Azionario Mondiale Travestito da Orso

Il Msci World Alla Country è entrato ufficialmente in bear market la settimana scorsa perdendo più del 20% dai suoi massimi. Come sempre succede questi eventi ottengono una grande copertura mediatica mentre lo stesso non può dirsi quando un mercato, all’opposto, entra in bull market ovvero guadagna più del 20% dai minimi. Si sa la mente umana è fatta così, almeno in finanza. Il peso della paura di perdere denaro è superiore a quella della gioia di guadagnarlo.


Dal blog awealthofcommonsense.com riprendo la tabella che mostra cosa è successo al Msci World dal 1970 ad oggi dopo 1,3 e 5 anni dal punto di massima perdita in avanti.

bear market msci world
Ovviamente la correzione attuale potrebbe ben lungi dall’essere terminata, ma quello che è giusto sottolineare è il seguito. A distanza di 1 anno solo in due casi (e ce li ricordiamo bene visto che sono quelli del 2000 e del 2007) il mercato non ha recuperato tutte le perdite ed a distanza di 3 anni solo il 2007-2009 presentava ancora saldo negativo. A 5 anni tutte le luci erano accese sul verde.

Tutto quanto potrà accadere da qui in avanti, recessione, bear market violento o altro. Quello che conta in momenti come questi è avere a disposizione liquidità da investire, poca o molto che sia.

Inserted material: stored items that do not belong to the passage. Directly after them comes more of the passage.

"""Where samples change sides of the mid level: only rows that can hold a change are looked into."""

from __future__ import annotations

import numpy as np

from benchtool.frozen import frozen_record
from benchtool.model.arrays import BoolArray, NDArray
from benchtool.timing.rows import ROW, Codes, Rows
from benchtool.timing.thresholds import Thresholds

_MOST_ROWS = 0.5  # share of rows to look into, from which all of the samples are looked at
_FEW = 16  # stretches that are looked at one by one

Index = NDArray[np.int64]


@frozen_record(eq=False)
class Changes:
    """Changes of side in consecutive samples.

    Attributes:
        at: Position of the first sample on the other side, ascending, shape (n,).
        settled: Whether each stretch before, between and after the changes reaches the reference
            level of its side, shape (n + 1,).
    """

    at: Index
    settled: BoolArray


def find_changes(values: Codes, rows: Rows, limits: Thresholds, *, was_above: bool) -> Changes:
    """Find the changes of side, and which stretches between them settle.

    Args:
        values: Consecutive samples, all present, shape (n,) with n >= 1.
        rows: Their extremes.
        limits: Reference levels.
        was_above: Side of the sample before.
    """
    reached = (rows.greatest >= limits.rests_above) | (rows.least <= limits.rests_below)
    looked, begins_new = _rows_with_changes(values, rows, limits, was_above=was_above)
    if not looked.size:
        return Changes(at=looked, settled=np.array([reached.any()]))
    if looked.size > _MOST_ROWS * reached.size:
        starts = np.array([bool(values[0] >= limits.is_above) != was_above])
        at = _positions(values, starts, values.size, limits)
        return Changes(at=at, settled=_settle(values, at, np.zeros(at.size + 1, np.bool_), limits))
    gathered = _gather(values, looked)
    found = _positions(gathered, begins_new, ROW, limits)
    at = looked[found // ROW] * ROW + found % ROW
    settled = _settled_between(looked, at, reached)
    return Changes(at=at, settled=_settle(gathered, found, settled, limits))


def _rows_with_changes(
    values: Codes, rows: Rows, limits: Thresholds, *, was_above: bool
) -> tuple[Index, BoolArray]:
    """Return the rows that hold a change, and which of them begin with one."""
    above, below = rows.least >= limits.is_above, rows.greatest < limits.is_above
    alike = np.empty_like(above)
    alike[0] = above[0] if was_above else below[0]
    alike[1:] = (above[1:] & above[:-1]) | (below[1:] & below[:-1])
    unlike = (~alike).nonzero()[0]
    starts = unlike * ROW
    before = values[starts - 1] >= limits.is_above
    if unlike.size and unlike[0] == 0:
        before[0] = was_above
    begins_new = (values[starts] >= limits.is_above) != before
    holds = begins_new | ~(above | below)[unlike]
    return unlike[holds], begins_new[holds]


def _gather(values: Codes, looked: Index) -> Codes:
    """Return the rows, one after another; a last row that is cut is filled up with its last."""
    whole = values.size // ROW
    if looked[-1] < whole:
        return values[: whole * ROW].reshape(whole, ROW)[looked].ravel()
    last = values[whole * ROW :]
    fill = np.full(ROW - last.size, last[-1])
    return np.concatenate(
        [values[: whole * ROW].reshape(whole, ROW)[looked[:-1]].ravel(), last, fill]
    )


def _positions(values: Codes, begins_new: BoolArray, row: int, limits: Thresholds) -> Index:
    """Return the positions of changes in rows that need not follow one another."""
    above = values >= limits.is_above
    changed = np.empty_like(above)
    np.not_equal(above[1:], above[:-1], out=changed[1:])
    changed[::row] = begins_new
    return changed.nonzero()[0]


def _settled_between(looked: Index, at: Index, reached: BoolArray) -> BoolArray:
    """Tell which stretches reach their reference level in a row that was not looked into.

    ``reached`` tells of each row whether it reaches a level: which, its side says.
    """
    settled = np.zeros(at.size + 1, np.bool_)
    settled[0] = reached[: looked[0]].any()
    reached[looked] = False
    after = np.logical_or.reduceat(reached, looked)
    settled[np.searchsorted(at, (looked[after] + 1) * ROW)] = True
    return settled


def _settle(values: Codes, at: Index, settled: BoolArray, limits: Thresholds) -> BoolArray:
    """Tell also which stretches reach it in these samples.

    Most stretches do so at their middle, so all samples are looked at only where one does not. A
    sample at or beyond a reference level is on that level's side, and so is all of its stretch.
    """
    if settled.all():
        return settled
    bounds = np.concatenate([[0], at, [values.size]])
    middles = values[np.minimum((bounds[1:] + bounds[:-1]) // 2, values.size - 1)]
    settled |= _rests(middles, limits) & (bounds[1:] > bounds[:-1])
    left = (~settled).nonzero()[0]
    if left.size > _FEW:
        whole = np.concatenate([bounds[:1], at]) if at[0] else at  # the first may be empty
        settled[-whole.size :] |= np.logical_or.reduceat(_rests(values, limits), whole)
    else:
        for i in left:
            settled[i] = _rests(values[bounds[i] : bounds[i + 1]], limits).any()
    return settled


def _rests(values: Codes, limits: Thresholds) -> BoolArray:
    rests: BoolArray = (values >= limits.rests_above) | (values <= limits.rests_below)
    return rests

Questo perché comunque vada si compra con aspettative di rendimento future decisamente più interessanti di soli 12 mesi fa. Prezzi più bassi = rendimenti più alti in futuro, talmente ovvio e semplice da essere spesso ignorato alla ricerca di un minimo assoluto di mercato che nessuno (o meglio un su sette miliardi) piglierà.

Gli investitori di lungo periodo devono dare il benvenuto alla volatilità sfruttando l’apertura di finestre di prezzo che potrebbero anche essere migliori più avanti nel tempo, ma che non rimangono aperte in eterno. Gli orsi ogni tanto escono dal letargo, graffiano e fanno male, ma chi sopporta i danni uscendone con qualche ammaccatura e sfruttando soprattutto il pessimismo che si lasciano dietro gli orsi, ha la possibilità di accumulare con pazienza e soprattutto in un’arena meno affollata del solito.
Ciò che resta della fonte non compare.